I have spent some time researching Content Delivery Networks (CDNs) and how they can integrate with Drupal.  Note that I have not yet implemented a CDN solution, so my experiences and opinion may change….  I will try to do a second post or update when we’ve actually rolled something out live.

Here are some criteria I’d use in selecting a drupal module for CDN management:

  • Do you need a CDN?  This is the key question, as a CDN can speed up your site, but introduces a layer of managment and expense that might not be worth the hassle.
  • Do you mind patching drupal core?  This might be a maintenance issue going forward.
  • Do you want to have just images on your CDN, or javascript and CSS as well?  What about video?
  • How contained within the drupal interface do you need your interactions with a CDN to be?  Are you comfortable using a third party tool sometimes?
  • Do you have an existing CDN to work with, or are you selecting a CDN from scratch?  Obviously, you have more flexibility in the second case.
  • Do you mind coding? Some of these modules seem like they are 75% of the solution, but you might need to write some code to finish things up.

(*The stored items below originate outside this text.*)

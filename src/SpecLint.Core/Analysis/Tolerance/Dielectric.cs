using System.Globalization;
using SpecLint.Core.Units;

namespace SpecLint.Core.Analysis.Tolerance;

/// <summary>
/// An EIA-198 ceramic dielectric code and the capacitance change it allows over temperature
/// (references.md §3.6; the codes are from memory, EIA-198 and IEC 60384-8/-9 were not consulted).
/// </summary>
/// <remarks>
/// <para>Class 1 codes (C0G, NP0, U2J, P2H, ...) give a temperature coefficient and its tolerance:
/// first letter the significant figure, digit the multiplier, last letter the tolerance in ppm/K
/// (C0G = 0 ± 30 ppm/K, P2H = −150 ± 60 ppm/K, U2J = −750 ± 120 ppm/K). The change at a temperature T is
/// (α ± δ)·(T − 25 °C), taken at both ends of the operating range.</para>
/// <para>Class 2 codes (X7R, X5R, Y5V, ...) give only a band the capacitance stays in over the rated range
/// (first letter: low temperature, digit: high temperature, last letter: the band). The curve inside the
/// band is not known, so the whole band is used as a conservative bound whenever the operating range is
/// anything but 25 °C alone. DC-bias and ageing losses are not included (references.md §3.6).</para>
/// </remarks>
public sealed record Dielectric
{
    private const double ReferenceCelsius = 25;

    // Class 1 significant figure (first letter), multiplier (digit) and tolerance in ppm/K (last letter).
    private static readonly Dictionary<char, double> Class1Figure = new()
    {
        ['C'] = 0, ['B'] = 0.3, ['L'] = 0.8, ['A'] = 0.9, ['M'] = 1.0, ['P'] = 1.5,
        ['R'] = 2.2, ['S'] = 3.3, ['T'] = 4.7, ['V'] = 5.6, ['U'] = 7.5,
    };

    private static readonly Dictionary<char, double> Class1Multiplier = new()
    {
        ['0'] = -1, ['1'] = -10, ['2'] = -100, ['3'] = -1000, ['4'] = -10000,
        ['5'] = 1, ['6'] = 10, ['7'] = 100, ['8'] = 1000, ['9'] = 10000,
    };

    private static readonly Dictionary<char, double> Class1TolerancePpm = new()
    {
        ['G'] = 30, ['H'] = 60, ['J'] = 120, ['K'] = 250, ['L'] = 500, ['M'] = 1000, ['N'] = 2500,
    };

    // Class 2 low temperature (first letter), high temperature (digit), change in percent (last letter).
    private static readonly Dictionary<char, double> Class2Low = new() { ['X'] = -55, ['Y'] = -30, ['Z'] = 10 };

    private static readonly Dictionary<char, double> Class2High = new()
    {
        ['4'] = 65, ['5'] = 85, ['6'] = 105, ['7'] = 125, ['8'] = 150, ['9'] = 200,
    };

    private static readonly Dictionary<char, (double Minus, double Plus)> Class2Change = new()
    {
        ['A'] = (1.0, 1.0), ['B'] = (1.5, 1.5), ['C'] = (2.2, 2.2), ['D'] = (3.3, 3.3), ['E'] = (4.7, 4.7), ['F'] = (7.5, 7.5),
        ['P'] = (10, 10), ['R'] = (15, 15), ['S'] = (22, 22), ['T'] = (33, 22), ['U'] = (56, 22), ['V'] = (82, 22),
    };

    private Dielectric()
    {
    }

    /// <summary>The code as normalised (upper case; NP0 and NPO read as C0G but keep their spelling here).</summary>
    public required string Code { get; init; }

    /// <summary>1 for temperature-compensating (C0G, U2J, ...), 2 for high-permittivity (X7R, Y5V, ...).</summary>
    public required int Class { get; init; }

    /// <summary>Class 1: the nominal temperature coefficient in ppm/K (0 for C0G); 0 for class 2.</summary>
    public double CoefficientPpmPerKelvin { get; private init; }

    /// <summary>Class 1: the tolerance of the coefficient in ppm/K (30 for C0G); 0 for class 2.</summary>
    public double CoefficientTolerancePpmPerKelvin { get; private init; }

    /// <summary>Class 2: the largest fall over the rated range, in percent (82 for Y5V); 0 for class 1.</summary>
    public double MinusPercent { get; private init; }

    /// <summary>Class 2: the largest rise over the rated range, in percent (22 for Y5V); 0 for class 1.</summary>
    public double PlusPercent { get; private init; }

    /// <summary>Lowest rated temperature (class 1 codes are rated −55 °C .. +125 °C).</summary>
    public Temperature RatedLow { get; private init; }

    /// <summary>Highest rated temperature.</summary>
    public Temperature RatedHigh { get; private init; }

    /// <summary>Parses an EIA code such as C0G, NP0, U2J, X7R or Y5V (case-insensitive); false for anything else.</summary>
    /// <param name="code">The code as written in the spec.</param>
    /// <param name="dielectric">The dielectric, or null.</param>
    public static bool TryParse(string? code, [System.Diagnostics.CodeAnalysis.NotNullWhen(true)] out Dielectric? dielectric)
    {
        dielectric = null;
        var c = code?.Trim().ToUpperInvariant();
        if (c is null)
        {
            return false;
        }

        // NP0 ("negative-positive zero") is the older name of C0G; NPO with a letter O is the usual misspelling.
        var lookup = c is "NP0" or "NPO" ? "C0G" : c;
        if (lookup.Length != 3)
        {
            return false;
        }

        if (Class2Low.TryGetValue(lookup[0], out var low) && Class2High.TryGetValue(lookup[1], out var high)
            && Class2Change.TryGetValue(lookup[2], out var change))
        {
            dielectric = new Dielectric
            {
                Code = c,
                Class = 2,
                MinusPercent = change.Minus,
                PlusPercent = change.Plus,
                RatedLow = Temperature.FromCelsius(low),
                RatedHigh = Temperature.FromCelsius(high),
            };
            return true;
        }

        if (Class1Figure.TryGetValue(lookup[0], out var figure) && Class1Multiplier.TryGetValue(lookup[1], out var multiplier)
            && Class1TolerancePpm.TryGetValue(lookup[2], out var tolerance))
        {
            dielectric = new Dielectric
            {
                Code = c,
                Class = 1,
                // 0 × −1 is −0; a plain 0 keeps "0 ppm/K" in the text.
                CoefficientPpmPerKelvin = figure == 0 ? 0 : figure * multiplier,
                CoefficientTolerancePpmPerKelvin = tolerance,
                RatedLow = Temperature.FromCelsius(-55),
                RatedHigh = Temperature.FromCelsius(125),
            };
            return true;
        }

        return false;
    }

    /// <summary>
    /// The factors (low, high) that multiply the capacitance over the operating range [<paramref name="low"/>,
    /// <paramref name="high"/>], relative to its value at 25 °C; (1, 1) when the range is 25 °C alone.
    /// </summary>
    /// <param name="low">Coldest operating temperature.</param>
    /// <param name="high">Hottest operating temperature.</param>
    public (double Low, double High) TemperatureFactors(Temperature low, Temperature high)
    {
        if (low > high)
        {
            (low, high) = (high, low);
        }

        var dLow = low.Celsius - ReferenceCelsius;
        var dHigh = high.Celsius - ReferenceCelsius;
        if (dLow == 0 && dHigh == 0)
        {
            return (1, 1);
        }

        if (Class == 2)
        {
            return (1 - (MinusPercent / 100), 1 + (PlusPercent / 100));
        }

        // (α ± δ)·ΔT at both ends of the range, and 25 °C itself (factor 1) when the range contains it.
        var lo = 1.0;
        var hi = 1.0;
        var extreme = false;
        foreach (var dt in (ReadOnlySpan<double>)[dLow, dHigh])
        {
            foreach (var ppm in (ReadOnlySpan<double>)[CoefficientPpmPerKelvin - CoefficientTolerancePpmPerKelvin, CoefficientPpmPerKelvin + CoefficientTolerancePpmPerKelvin])
            {
                var f = 1 + (ppm * 1e-6 * dt);
                if (!extreme)
                {
                    (lo, hi, extreme) = (f, f, true);
                }
                else
                {
                    lo = Math.Min(lo, f);
                    hi = Math.Max(hi, f);
                }
            }
        }

        if (dLow <= 0 && dHigh >= 0)
        {
            lo = Math.Min(lo, 1);
            hi = Math.Max(hi, 1);
        }

        return (lo, hi);
    }

    /// <summary>True when [<paramref name="low"/>, <paramref name="high"/>] lies inside the rated range.</summary>
    public bool IsRatedFor(Temperature low, Temperature high) => low >= RatedLow && high <= RatedHigh;

    /// <summary>The characteristic in words, e.g. "C0G 0 ±30 ppm/K" or "Y5V +22/−82 %".</summary>
    public string Describe() => Class == 1
        ? string.Create(CultureInfo.InvariantCulture, $"{Code} {CoefficientPpmPerKelvin:0.##} ±{CoefficientTolerancePpmPerKelvin:0.##} ppm/K")
        : MinusPercent == PlusPercent
            ? string.Create(CultureInfo.InvariantCulture, $"{Code} ±{PlusPercent:0.##} %")
            : string.Create(CultureInfo.InvariantCulture, $"{Code} +{PlusPercent:0.##}/−{MinusPercent:0.##} %");
}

There are a number of modules that attempt to integrate a CDN into Drupal, or might help doing so.  All of these had a release for Drupal6.

  • CDN: this seems like a great fit.  Active development, good sized issue queue, support for multiple CDNs.  It also patches core. Here’s a list of CDNs used with this module.
  • media_mover: this module seems like it might be useful if you were needing to move image and or video files to a CDN.  That might require some coding, although I remember there being some S3 and FTP support.
  • creeper: this module is all about Amazon API integration, including CloudFront.  Plus, what a great name!
  • parallel: fairly new module that changes the source hostnames of images, css files and javascript html tags.  Therefore, they can be served off a CDN, or another web server, etc.
  • storage_api: this is a general storage service with a CDN focus, but doesn’t appear to be well documented or supported as of this time.
  • cloudfront: adds Amazon CloudFront support to the imagecache module

These all seem to be useful in their own ways.  The current project I’m working on is already invested in the Amazon infrastructure, mainly because of Project Mercury, so cloudfront is our current choice.

Did I miss any key modules?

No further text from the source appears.